Description
A delicious and easy-to-make Shrimp and Steak Fried Rice combining tender steak, succulent shrimp, and colorful vegetables stir-fried with fragrant jasmine rice and seasoned with soy and oyster sauces. Perfect for a quick weeknight dinner or a satisfying meal any time.
Ingredients
Scale
Protein
- 1/2 lb shrimp, peeled and deveined
- 1/2 lb steak (such as flank or sirloin), thinly sliced
- 2 eggs, lightly beaten
Vegetables
- 3 cloves garlic, minced
- 1 cup frozen peas and carrots, thawed
- 1/4 cup green onions, sliced
Staples & Sauces
- 3 cups cooked jasmine rice (preferably cold)
- 2 tablespoons vegetable oil
- 3 tablespoons low-sodium soy sauce
- 1 tablespoon oyster sauce
- 1 teaspoon sesame oil
- Salt and pepper to taste
Instructions
- Cook Steak: Heat 1 tablespoon of vegetable oil in a large skillet or wok over medium-high heat. Season the thinly sliced steak with salt and pepper, then sear for 2–3 minutes until browned and just cooked through. Remove from pan and set aside.
- Cook Shrimp: In the same pan, add the shrimp and cook for 2–3 minutes until pink and opaque. Remove and set aside with the steak.

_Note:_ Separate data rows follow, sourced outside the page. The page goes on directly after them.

using System.Runtime.Intrinsics;

namespace Stochastic.Chains.Kernels;

/// <summary>The vector width a kernel runs with. Every choice is correct on every machine; the widest accelerated one is the fastest.</summary>
internal enum InstructionSet
{
    /// <summary>The widest set that the machine accelerates.</summary>
    Widest,

    /// <summary>Vectors of eight doubles.</summary>
    Vector512,

    /// <summary>Vectors of four doubles.</summary>
    Vector256,

    /// <summary>Vectors of two doubles, which every machine has or imitates cheaply.</summary>
    Portable,
}

/// <summary>Finds the instruction set that stands behind <see cref="InstructionSet.Widest"/>.</summary>
internal static class InstructionSets
{
    /// <summary>Returns <paramref name="requested"/>, or the widest accelerated set in place of <see cref="InstructionSet.Widest"/>.</summary>
    internal static InstructionSet Resolve(InstructionSet requested)
    {
        if (requested != InstructionSet.Widest)
        {
            return requested;
        }

        if (Vector512.IsHardwareAccelerated)
        {
            return InstructionSet.Vector512;
        }

        return Vector256.IsHardwareAccelerated ? InstructionSet.Vector256 : InstructionSet.Portable;
    }
}
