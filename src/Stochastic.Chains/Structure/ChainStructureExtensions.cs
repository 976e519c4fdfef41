namespace Stochastic.Chains;

/// <summary>Questions about how the states of a chain hang together.</summary>
public static class ChainStructureExtensions
{
    /// <summary>Finds the classes, the recurrent and transient states, and the periods of a chain.</summary>
    /// <typeparam name="TState">The type of a state.</typeparam>
    /// <param name="chain">The chain.</param>
    /// <returns>The structure; computed once and kept with the chain. O(states + transitions).</returns>
    /// <example><code>IReadOnlyList&lt;string&gt; ends = chain.Structure().AbsorbingStates;</code></example>
    public static ChainStructure<TState> Structure<TState>(this Chain<TState> chain)
        where TState : notnull
    {
        ArgumentNullException.ThrowIfNull(chain);
        return chain.Derive(static chain => new ChainStructure<TState>(chain));
    }

    /// <summary>Decides whether the chain looks the same when time runs backwards, within rounding.</summary>
    /// <typeparam name="TState">The type of a state.</typeparam>
    /// <param name="chain">The chain.</param>
    /// <returns>The verdict with the largest deviation found. O(transitions).</returns>
    /// <remarks>
    /// Kolmogorov's criterion: around every cycle, the product of the probabilities is the same in both directions. Checked with
    /// potentials along a spanning tree of each recurrent class; transient states play no part. The tolerance is 10⁻¹².
    /// </remarks>
    /// <example><code>bool sameBackwards = chain.Reversibility().IsReversible;</code></example>
    public static Reversibility<TState> Reversibility<TState>(this Chain<TState> chain)
        where TState : notnull => Reversibility(chain, DefaultTolerance);

    /// <summary>Decides whether the chain looks the same when time runs backwards, within a given tolerance.</summary>
    /// <typeparam name="TState">The type of a state.</typeparam>
    /// <param name="chain">The chain.</param>
    /// <param name="tolerance">
    /// The largest relative difference of the two flows between a pair of states that counts as rounding of the given
    /// probabilities; 0 or more and below 1.
    /// </param>
    /// <returns>The verdict with the largest deviation found. O(transitions).</returns>
    /// <exception cref="ArgumentOutOfRangeException">The tolerance is not 0 or more and below 1.</exception>
    public static Reversibility<TState> Reversibility<TState>(this Chain<TState> chain, double tolerance)
        where TState : notnull
    {
        ArgumentNullException.ThrowIfNull(chain);
        ArgumentOutOfRangeException.ThrowIfNegative(tolerance);
        ArgumentOutOfRangeException.ThrowIfGreaterThanOrEqual(tolerance, 1);
        return Chains.Reversibility<TState>.Of(chain, tolerance);
    }

    private const double DefaultTolerance = 1e-12;
}
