using System.Numerics;

namespace Stochastic.Chains.Kernels;

/// <summary>Which states can be reached from which in exactly so many steps: a power of a pattern, a bit for each pair. O(n³ log steps / 64).</summary>
internal sealed class PatternPower
{
    private const int BitsPerWord = 64;

    private readonly int _size;
    private readonly int _words;
    private readonly ulong[] _bits;

    private PatternPower(int size)
    {
        _size = size;
        _words = (size + BitsPerWord - 1) / BitsPerWord;
        _bits = new ulong[(long)size * _words];
    }

    /// <summary>Whether a move between two states is possible.</summary>
    internal bool this[int from, int to] => (Word(from, to) >> (to % BitsPerWord) & 1) == 1;

    /// <summary>The pattern of the positive entries of a table.</summary>
    internal static PatternPower Of(ReadOnlySpan<double> table, int size)
    {
        var pattern = new PatternPower(size);
        for (var index = 0; index < table.Length; index++)
        {
            if (table[index] > 0)
            {
                pattern.Word(index / size, index % size) |= 1UL << (index % size % BitsPerWord);
            }
        }

        return pattern;
    }

    /// <summary>The pattern of so many steps, one or more.</summary>
    internal PatternPower Raise(long steps, CancellationToken cancellation)
    {
        var power = this;
        for (var digit = BitOperations.Log2((ulong)steps) - 1; digit >= 0; digit--)
        {
            power = power.Times(power, cancellation);
            power = ((steps >> digit) & 1) == 1 ? power.Times(this, cancellation) : power;
        }

        return power;
    }

    private ref ulong Word(int row, int column) => ref _bits[((long)row * _words) + (column / BitsPerWord)];

    private PatternPower Times(PatternPower right, CancellationToken cancellation)
    {
        var product = new PatternPower(_size);
        for (var row = 0; row < _size; row++)
        {
            cancellation.ThrowIfCancellationRequested();
            var target = product._bits.AsSpan(row * _words, _words);
            for (var middle = 0; middle < _size; middle++)
            {
                if (this[row, middle])
                {
                    var source = right._bits.AsSpan(middle * _words, _words);
                    for (var word = 0; word < _words; word++)
                    {
                        target[word] |= source[word];
                    }
                }
            }
        }

        return product;
    }
}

- Sauté Garlic and Scramble Eggs: Add the remaining tablespoon of vegetable oil to the pan. Sauté minced garlic for about 30 seconds until fragrant. Push the garlic to the side of the pan, pour in the beaten eggs, and scramble until fully cooked.
- Fry Rice: Add the cooked jasmine rice to the pan and break apart any clumps using a spatula. Stir-fry the rice for 2–3 minutes to heat through and ensure even cooking.
- Add Vegetables and Sauces: Mix in the thawed peas and carrots, then add the low-sodium soy sauce and oyster sauce. Stir well to combine all ingredients evenly.
- Combine Proteins and Finish: Return the cooked shrimp and steak to the pan. Cook together for another 2 minutes, stirring continuously to heat through.
- Final Touches: Drizzle with sesame oil, toss in the sliced green onions, mix well, and serve hot.
Notes
- Use day-old rice for best texture to prevent sogginess.
- Add a dash of chili sauce or red pepper flakes if you prefer a spicy kick.
- Feel free to swap peas and carrots for your favorite vegetables such as bell peppers or broccoli.